Kegiatan ini dipimpin Ketua Satgas Perumahan Hashim Djojohadikusumo dan turut dihadiri Menteri ATR/BPN Nusron Wahid, perwakilan Kementerian Sains dan Teknologi, BP BUMN, PT Kereta Api Indonesia, Perumnas, serta jajaran Kementerian PKP.

Dalam arahannya, Menteri PKP Maruarar Sirait menegaskan bahwa ketersediaan lahan menjadi faktor utama dalam percepatan pembangunan perumahan rakyat, sehingga diperlukan langkah nyata melalui kolaborasi lintas sektor.

“Penyediaan lahan menjadi kunci utama percepatan program perumahan rakyat. Karena itu, kita akan membentuk tim survei lintas kementerian untuk memetakan dan menentukan lokasi prioritas yang siap digunakan untuk pembangunan perumahan,” ujar Menteri Ara.

Untuk mendukung percepatan tersebut, Menteri Ara menjelaskan bahwa tim survei akan dipimpin Pelaksana Tugas Direktur Jenderal Perumahan Perdesaan Kementerian PKP, Roberia, dengan melibatkan Kementerian ATR/BPN serta kementerian dan lembaga terkait lainnya.

Menurutnya, tim ini harus bergerak cepat agar lahan-lahan potensial dapat segera dipastikan status, kesiapan, dan pemanfaatannya bagi kepentingan masyarakat luas.

Direktur Jenderal Perumahan Perkotaan Kementerian PKP, Sri Haryati, menambahkan bahwa rapat juga menitikberatkan pada kesiapan ekosistem kawasan, bukan sekadar pemetaan lahan.

“Pemerintah tengah mengidentifikasi lahan-lahan yang dapat dimanfaatkan untuk program perumahan rakyat.

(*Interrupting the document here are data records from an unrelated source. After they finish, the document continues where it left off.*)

import fc from 'fast-check';
import { describe, expect, it } from 'vitest';
import { gainShares, roundTripGain } from '../../extension/core/physics/cavity.ts';
import { fire } from '../../extension/core/physics/fire.ts';
import { integratePulse } from '../../extension/core/physics/rate-equations.ts';
import { photonsBehindSwitch } from '../../extension/core/physics/spontaneous-start.ts';
import { designs } from './designs.ts';
import { apart, cavityAndStore } from './modules.ts';

describe('the depletion form and the rate equations in time', () => {
  it('give one pulse: energy, peak, width and delay to 1e-6 over the design space', () => {
    fc.assert(
      fc.property(designs, (module) => {
        const { cavity, store } = cavityAndStore(module);
        const fired = fire(cavity, store);
        expect(fired?.model).toBe('depletion');
        const gain = gainShares(cavity, store.ions);
        const photons = photonsBehindSwitch(cavity, roundTripGain(cavity, store.ions));
        const timed = integratePulse(cavity, gain, photons, module.qSwitch.gate);
        expect(timed, 'the rate equations find a pulse').toBeDefined();
        const perPhoton = (cavity.photon * cavity.outputLog) / cavity.roundTripTime;
        expect(timed!.followed).toBe(false);
        expect(apart(timed!.depletion * cavity.energyUnit * cavity.outputLog, fired!.energy)).toBeLessThan(1e-6);
        expect(apart(timed!.peakPhotons * perPhoton, fired!.peakPower)).toBeLessThan(1e-6);
        expect(apart(timed!.width, fired!.width)).toBeLessThan(1e-6);
        expect(apart(timed!.peakTime, fired!.buildUp!)).toBeLessThan(1e-6);
      }),
      { numRuns: 1500, seed: 20 },
    );
  });
});
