import { describe, it } from 'vitest';
import { roundTripGain } from '../../extension/core/physics/cavity.ts';
import { c, flatModule, h, lossOf, outcomeOf, pumpedTo, roundTripTimeOf } from './modules.ts';
import { expectOutputs, input, records } from './published.ts';

const lifetime = 230e-6;

describe('a continuous pump, openings in balance with it, through predict', () => {
  it.each(records('repetitive'))('%s', (_, record) => {
    const rate = input(record, 'f_times_tau') / lifetime;
    const ceiling = input(record, 'r_inf=n_inf/n_t');
    const base = flatModule({
      medium: { upperLevelLifetime: lifetime },
      pump: { kind: 'continuous' },
      qSwitch: { repetitionRate: rate, gate: 0.5 / rate, opensAt: 1 / rate },
    });
    const loss = lossOf(base);
    const module = pumpedTo(ceiling * loss, base);
    const { figures, cavity, train } = outcomeOf(module);
    const pulse = figures.pulse!;
    // Continuous emission: every upper-level ion above threshold, less what else the resonator loses.
    const { power, absorbedFraction, quantumEfficiency, wavelength } = module.pump;
    const ions = (power * absorbedFraction * quantumEfficiency * wavelength) / (h * c);
    const useful = -Math.log(module.resonator.outputReflectivity) / loss;
    const continuous = ((h * c) / module.medium.wavelength) * ions * (1 - 1 / ceiling) * useful;
    expectOutputs(record, {
      ni_over_nt: figures.state.inversion_ratio!,
      nf_over_nt: roundTripGain(cavity, train.settled!.after.ions) / loss,
      E_over_E_single: pulse.energy_J / figures.train.pulse_after_pause_energy_J!,
      Pavg_over_Pcw: figures.train.average_power_W! / continuous,
      Ppk_over_Ppk_single: pulse.peak_power_W / train.afterPause!.peakPower,
      tp_E_over_P_over_tauc: (pulse.width_equivalent_s * loss) / roundTripTimeOf(module),
    });
  });
});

Dari daftar lahan yang telah disampaikan, nantinya akan dilakukan survei untuk menentukan kawasan prioritas yang paling siap dikembangkan,” jelas Sri Haryati.

Selain itu, pembahasan juga mencakup pengembangan 11 kota satelit terintegrasi yang dirancang berbasis data dan kajian lintas sektor, meliputi backlog perumahan, kesiapan sarana-prasarana, kesesuaian tata ruang, hingga integrasi transportasi.

Langkah ini menegaskan bahwa pembangunan kota satelit tidak hanya berorientasi pada penyediaan hunian, tetapi juga membangun kawasan berkelanjutan yang terhubung secara ekonomi dan sosial.

Kementerian PKP pun menyampaikan apresiasi atas dukungan seluruh pihak dalam mempercepat program prioritas nasional sektor perumahan, termasuk Satgas Perumahan, Kementerian ATR/BPN, Kementerian Sains dan Teknologi, BP BUMN, PT KAI, Perumnas, dan seluruh pemangku kepentingan terkait.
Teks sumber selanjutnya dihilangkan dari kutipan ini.